The Rights Agreement is also not intended to adversely affect the ability of a
person to obtain representation on the Company's Board by means of the proxy
process. Under New Jersey law, the Board is charged with responding to an offer
to acquire the Company in a manner it determines to be in the best interests of
the Company. New Jersey law also expressly provides that a Board, in determining
what it believes to be in the best interests of the corporation, may consider
both the long-term and short-term interests of the Company and its shareholders,
as well as the short-term and long-term effect that such actions have upon
certain of the Company's other constituencies. Such constituencies include its
current and former employees, customers, creditors and communities in which it
does business. The Rights Agreement should assist the Board in carrying out this
obligation.
As explained in greater detail in the attached Summary, the Rights will
become exercisable only if and when a situation that they were designed to
address does, in fact, arise. Rights certificates will not be sent to you unless
and until they become exercisable. The issuance of the Rights does not dilute
share value and does not affect earnings per share. The Rights are not currently
taxable to you or the Company under federal income tax law and they will not
change the manner in which you can currently trade shares of the Company's
Common Stock.
The Rights Agreement provides, among other things, that upon the earlier of
ten (10) business days after a public announcement that a person has become a
beneficial owner of twenty percent (20%) or more of the outstanding shares of
the Company's Common Stock or ten (10) business days after a person announces an
offer to acquire Company shares that would give it twenty percent (20%) or more
of the outstanding shares of the Company's Common Stock (an "Acquiror") each
Right will become exercisable to purchase one one-hundredth (1/100) of a share
of the Company's Series A Participating Preferred Stock.

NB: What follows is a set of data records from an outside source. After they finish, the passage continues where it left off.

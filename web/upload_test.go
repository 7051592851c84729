package web

import (
	"strings"
	"testing"
	"unicode"
)

// TestPlanJSONUpload: a JSON plan file sent as its text is decoded by the
// strict decoder, which names the file and line of a key given twice
// (JSON.parse in a browser would keep the last silently).
func TestPlanJSONUpload(t *testing.T) {
	d := startDemo(t, demoOpts{})
	text := "{\n \"frequencies\": {\"start_hz\": 1000, \"stop_hz\": 10000, \"points_per_decade\": 3},\n \"level\": {\"vrms\": 0.5}\n}\n"
	res, data := d.do("POST", "/api/plan/estimate", map[string]string{"plan_json": text, "file_name": "up.json"})
	want(t, "estimate of a JSON upload", res, data, 200, "")
	if e := decode[Estimate](t, data); e.Points != 4 {
		t.Fatalf("JSON upload estimate %+v", e)
	}
	twice := strings.Replace(text, "\n}\n", ",\n \"level\": {\"vrms\": 0.9}\n}\n", 1)
	res, data = d.do("POST", "/api/plan/estimate", map[string]string{"plan_json": twice, "file_name": "up.json"})
	if res.StatusCode != 400 || !strings.Contains(string(data), "up.json:4: level") || !strings.Contains(string(data), "given twice") {
		t.Fatalf("JSON upload with a key twice: %d %s", res.StatusCode, data)
	}
	res, data = d.do("POST", "/api/plan/estimate", map[string]string{"plan_json": text, "plan_toml": "", "file_name": "up.json"})
	want(t, "both texts", res, data, 400, "plan_json")
}

// TestPlanFileName: the name a plan file was chosen under is kept short
// and printable, with the extension of the format it was decoded as.
func TestPlanFileName(t *testing.T) {
	for _, c := range []struct{ in, ext, want string }{
		{"plan.toml", ".toml", "plan.toml"},
		{"C:\\plans\\my plan.json", ".json", "my plan.json"},
		{"x.json", ".toml", "x.json.toml"},
		{"evil\x1b[2J\r\n.toml", ".toml", "evil__2J__.toml"},
		{"", ".toml", "uploaded-plan.toml"},
		{"..", ".json", "uploaded-plan.json"},
		{"\xff\xfe.toml", ".toml", "_.toml"},
		{"плана.toml", ".toml", "_____.toml"},
	} {
		if got := planFileName(c.in, c.ext); got != c.want {
			t.Errorf("planFileName(%q, %q) = %q, want %q", c.in, c.ext, got, c.want)
		}
	}
	long := planFileName(strings.Repeat("a", 5000)+".toml", ".toml")
	if len(long) > MaxPlanNameBytes || !strings.HasSuffix(long, ".toml") {
		t.Errorf("long name kept as %d bytes: %q", len(long), long)
	}
	for _, r := range planFileName("a\x00b\tc\u202ed.toml", ".toml") {
		if !unicode.IsPrint(r) || r > 127 {
			t.Errorf("kept %q", r)
		}
	}
}
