package report

import (
	"io"
	"testing"
	"time"
)

// BenchmarkReport1000 loads, analyses and writes the report of a
// 1,000-point run, as `rolloff report` does; the target is under 300 ms
// (metric ms-1000).
func BenchmarkReport1000(b *testing.B) {
	dir := makeRun(b, demoFixture(1000))
	mask := relMask("prototype acceptance", 30, 20e3, -0.6)
	b.ResetTimer()
	start := time.Now()
	for i := 0; i < b.N; i++ {
		in, err := Load(dir, Options{Mask: mask})
		if err != nil {
			b.Fatal(err)
		}
		if err := Write(io.Discard, in, A4); err != nil {
			b.Fatal(err)
		}
	}
	b.ReportMetric(float64(time.Since(start).Milliseconds())/float64(b.N), "ms-1000")
}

After the Rights become exercisable, the Company may not consolidate or
merge with, or participate in a share exchange, or sell fifty percent (50%) or
more of its assets or earning power to, any person or entity, if the Company's
Board of Directors is controlled by an Acquiror unless proper provision is made
so that each Right would thereafter become a right to buy, for the exercise
price, that number of shares of Common Stock of such other person or entity as
shall have an aggregate market value equal to twice the exercise price.
The Rights will expire on November 17, 2008 and will be subject to
redemption by the Board of Directors at $0.01 per right at any time prior to the
first date on which they become exercisable.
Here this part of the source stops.